//! Recognise 2D points that lie on a regular grid, for the finite-difference method.
//!
//! Points from image correlation or a gridded survey come as a list; the grid method
//! needs them as cells. The spacing along each axis is the smallest gap between
//! distinct coordinates; every point must sit on a node `origin + (i·dx, j·dy)` to a
//! relative tolerance of [`NODE_TOL`] of the spacing. Nodes without a point are
//! missing cells, which the grid estimator allows.

use kinema_core::PointSet;
use kinema_core::estimate::grid::GridField2;

/// Largest offset of a point from its grid node, as a fraction of the spacing.
pub const NODE_TOL: f64 = 1e-6;

/// Largest number of grid nodes per point accepted (a sparse scatter is not a grid).
pub const MAX_NODES_PER_POINT: usize = 4;

/// A grid built from points, with the point behind every occupied cell.
#[derive(Debug, Clone)]
pub struct Lattice {
    /// The field for [`kinema_core::estimate::grid::grid_gradients`] (metres).
    pub field: GridField2,
    /// For every cell (row-major, `j·nx + i`), the index of its point in the set.
    pub cell_point: Vec<Option<usize>>,
}

fn axis_spacing(values: &mut [f64], axis: &str) -> Result<(f64, f64), String> {
    values.sort_by(f64::total_cmp);
    let lo = values[0];
    let hi = values[values.len() - 1];
    let span = hi - lo;
    let tol = 1e-9 * span.max(f64::MIN_POSITIVE);
    let step = values
        .windows(2)
        .map(|w| w[1] - w[0])
        .filter(|&d| d > tol)
        .fold(f64::INFINITY, f64::min);
    if !step.is_finite() {
        return Err(format!(
            "all points share one {axis} coordinate: a grid needs at least two columns and two rows"
        ));
    }
    Ok((lo, step))
}

/// Put the points on a grid, or say why they are not on one.
pub fn lattice(points: &PointSet<2>) -> Result<Lattice, String> {
    let pts = points.points();
    let mut xs: Vec<f64> = pts.iter().map(|p| p.x[0]).collect();
    let (x0, dx) = axis_spacing(&mut xs, "x")?;
    let mut ys = xs;
    ys.clear();
    ys.extend(pts.iter().map(|p| p.x[1]));
    let (y0, dy) = axis_spacing(&mut ys, "y")?;
    drop(ys);

    let node = |v: f64, o: f64, h: f64, id: &str, axis: &str| -> Result<usize, String> {
        let f = (v - o) / h;
        let r = f.round();
        if (f - r).abs() > NODE_TOL || r < 0.0 || r > u32::MAX as f64 {
            return Err(format!(
                "point `{id}` is not on the grid: its {axis} is {:.6} spacings from the first \
                 column (spacing {h} m)",
                f
            ));
        }
        Ok(r as usize)
    };
    let mut ij = Vec::with_capacity(pts.len());
    let (mut nx, mut ny) = (0usize, 0usize);
    for p in pts {
        let i = node(p.x[0], x0, dx, &p.id, "x")?;
        let j = node(p.x[1], y0, dy, &p.id, "y")?;
        nx = nx.max(i + 1);
        ny = ny.max(j + 1);
        ij.push((i, j));
    }
    let cells = nx
        .checked_mul(ny)
        .filter(|&c| c <= MAX_NODES_PER_POINT.saturating_mul(pts.len()))
        .ok_or_else(|| {
            format!(
                "the points span a {nx} x {ny} grid at spacing {dx} m x {dy} m, more than \
                 {MAX_NODES_PER_POINT} nodes per point: they are scattered, not gridded \
                 (use --method delaunay or neighbourhood)"
            )
        })?;
    let mut u = vec![None; cells];
    let mut cell_point = vec![None; cells];
    for (k, (&(i, j), p)) in ij.iter().zip(pts).enumerate() {
        let c = j * nx + i;
        if let Some(other) = cell_point[c] {
            let other: usize = other;
            return Err(format!(
                "points `{}` and `{}` fall on the same grid node {i},{j}",
                pts[other].id, p.id
            ));
        }
        cell_point[c] = Some(k);
        u[c] = Some(p.u);
    }
    Ok(Lattice {
        field: GridField2 {
            origin: [x0, y0],
            spacing: [dx, dy],
            nx,
            ny,
            u,
        },
        cell_point,
    })
}

#[cfg(test)]
mod tests {
    use kinema_core::Point;

    use super::*;

    fn set(coords: &[(f64, f64)]) -> PointSet<2> {
        PointSet::new(
            coords
                .iter()
                .enumerate()
                .map(|(k, &(x, y))| Point::new(format!("P{k}"), [x, y], [0.0, 0.0]))
                .collect(),
        )
        .expect("valid points")
    }

    #[test]
    fn finds_spacing_origin_and_missing_cells() {
        // 3 x 2 grid at 0.5 m x 2 m from (100, 200), with node (1, 1) missing.
        let s = set(&[
            (100.0, 200.0),
            (100.5, 200.0),
            (101.0, 200.0),
            (100.0, 202.0),
            (101.0, 202.0),
        ]);
        let l = lattice(&s).expect("a grid");
        assert_eq!((l.field.nx, l.field.ny), (3, 2));
        assert_eq!(l.field.spacing, [0.5, 2.0]);
        assert_eq!(l.field.origin, [100.0, 200.0]);
        assert_eq!(
            l.cell_point,
            vec![Some(0), Some(1), Some(2), Some(3), None, Some(4)]
        );
    }

    #[test]
    fn rejects_off_grid_duplicate_node_and_scatter() {
        let e = lattice(&set(&[(0.0, 0.0), (1.0, 0.0), (0.0, 1.0), (0.4, 1.0)]))
            .expect_err("x = 1.0 is 2.5 spacings of 0.4 m");
        assert!(e.contains("not on the grid"), "{e}");
        let e = lattice(&set(&[(0.0, 0.0), (0.0, 1.0)])).expect_err("one column");
        assert!(e.contains("one x coordinate"), "{e}");
        let e = lattice(&set(&[(0.0, 0.0), (1000.0, 0.0), (1.0, 1.0), (0.0, 1.0)]))
            .expect_err("scatter");
        assert!(e.contains("scattered"), "{e}");
    }
}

┄┄┄┄┄┄┄┄┄┄┄┄┄┄┄┄┄┄┄┄

- **Work required**: Above are the records; retype them all without a single difference.

- **Completed task**:
//! Recognise 2D points that lie on a regular grid, for the finite-difference method.
//!
//! Points from image correlation or a gridded survey come as a list; the grid method
//! needs them as cells. The spacing along each axis is the smallest gap between
//! distinct coordinates; every point must sit on a node `origin + (i·dx, j·dy)` to a
//! relative tolerance of [`NODE_TOL`] of the spacing. Nodes without a point are
//! missing cells, which the grid estimator allows.

use kinema_core::PointSet;
use kinema_core::estimate::grid::GridField2;

/// Largest offset of a point from its grid node, as a fraction of the spacing.
pub const NODE_TOL: f64 = 1e-6;

/// Largest number of grid nodes per point accepted (a sparse scatter is not a grid).
pub const MAX_NODES_PER_POINT: usize = 4;

/// A grid built from points, with the point behind every occupied cell.
#[derive(Debug, Clone)]
pub struct Lattice {
    /// The field for [`kinema_core::estimate::grid::grid_gradients`] (metres).
    pub field: GridField2,
    /// For every cell (row-major, `j·nx + i`), the index of its point in the set.
    pub cell_point: Vec<Option<usize>>,
}

fn axis_spacing(values: &mut [f64], axis: &str) -> Result<(f64, f64), String> {
    values.sort_by(f64::total_cmp);
    let lo = values[0];
    let hi = values[values.len() - 1];
    let span = hi - lo;
    let tol = 1e-9 * span.max(f64::MIN_POSITIVE);
    let step = values
        .windows(2)
        .map(|w| w[1] - w[0])
        .filter(|&d| d > tol)
        .fold(f64::INFINITY, f64::min);
    if !step.is_finite() {
        return Err(format!(
            "all points share one {axis} coordinate: a grid needs at least two columns and two rows"
        ));
    }
    Ok((lo, step))
}

/// Put the points on a grid, or say why they are not on one.
pub fn lattice(points: &PointSet<2>) -> Result<Lattice, String> {
    let pts = points.points();
    let mut xs: Vec<f64> = pts.iter().map(|p| p.x[0]).collect();
    let (x0, dx) = axis_spacing(&mut xs, "x")?;
    let mut ys = xs;
    ys.clear();
    ys.extend(pts.iter().map(|p| p.x[1]));
    let (y0, dy) = axis_spacing(&mut ys, "y")?;
    drop(ys);

    let node = |v: f64, o: f64, h: f64, id: &str, axis: &str| -> Result<usize, String> {
        let f = (v - o) / h;
        let r = f.round();
        if (f - r).abs() > NODE_TOL || r < 0.0 || r > u32::MAX as f64 {
            return Err(format!(
                "point `{id}` is not on the grid: its {axis} is {:.6} spacings from the first \
                 column (spacing {h} m)",
                f
            ));
        }
        Ok(r as usize)
    };
    let mut ij = Vec::with_capacity(pts.len());
    let (mut nx, mut ny) = (0usize, 0usize);
    for p in pts {
        let i = node(p.x[0], x0, dx, &p.id, "x")?;
        let j = node(p.x[1], y0, dy, &p.id, "y")?;
        nx = nx.max(i + 1);
        ny = ny.max(j + 1);
        ij.push((i, j));
    }
    let cells = nx
        .checked_mul(ny)
        .filter(|&c| c <= MAX_NODES_PER_POINT.saturating_mul(pts.len()))
        .ok_or_else(|| {
            format!(
                "the points span a {nx} x {ny} grid at spacing {dx} m x {dy} m, more than \
                 {MAX_NODES_PER_POINT} nodes per point: they are scattered, not gridded \
                 (use --method delaunay or neighbourhood)"
            )
        })?;
    let mut u = vec![None; cells];
    let mut cell_point = vec![None; cells];
    for (k, (&(i, j), p)) in ij.iter().zip(pts).enumerate() {
        let c = j * nx + i;
        if let Some(other) = cell_point[c] {
            let other: usize = other;
            return Err(format!(
                "points `{}` and `{}` fall on the same grid node {i},{j}",
                pts[other].id, p.id
            ));
        }
        cell_point[c] = Some(k);
        u[c] = Some(p.u);
    }
    Ok(Lattice {
        field: GridField2 {
            origin: [x0, y0],
            spacing: [dx, dy],
            nx,
            ny,
            u,
        },
        cell_point,
    })
}

#[cfg(test)]
mod tests {
    use kinema_core::Point;

    use super::*;

    fn set(coords: &[(f64, f64)]) -> PointSet<2> {
        PointSet::new(
            coords
                .iter()
                .enumerate()
                .map(|(k, &(x, y))| Point::new(format!("P{k}"), [x, y], [0.0, 0.0]))
                .collect(),
        )
        .expect("valid points")
    }

    #[test]
    fn finds_spacing_origin_and_missing_cells() {
        // 3 x 2 grid at 0.5 m x 2 m from (100, 200), with node (1, 1) missing.
        let s = set(&[
            (100.0, 200.0),
            (100.5, 200.0),
            (101.0, 200.0),
            (100.0, 202.0),
            (101.0, 202.0),
        ]);
        let l = lattice(&s).expect("a grid");
        assert_eq!((l.field.nx, l.field.ny), (3, 2));
        assert_eq!(l.field.spacing, [0.5, 2.0]);
        assert_eq!(l.field.origin, [100.0, 200.0]);
        assert_eq!(
            l.cell_point,
            vec![Some(0), Some(1), Some(2), Some(3), None, Some(4)]
        );
    }

    #[test]
    fn rejects_off_grid_duplicate_node_and_scatter() {
        let e = lattice(&set(&[(0.0, 0.0), (1.0, 0.0), (0.0, 1.0), (0.4, 1.0)]))
            .expect_err("x = 1.0 is 2.5 spacings of 0.4 m");
        assert!(e.contains("not on the grid"), "{e}");
        let e = lattice(&set(&[(0.0, 0.0), (0.0, 1.0)])).expect_err("one column");
        assert!(e.contains("one x coordinate"), "{e}");
        let e = lattice(&set(&[(0.0, 0.0), (1000.0, 0.0), (1.0, 1.0), (0.0, 1.0)]))
            .expect_err("scatter");
        assert!(e.contains("scattered"), "{e}");
    }
}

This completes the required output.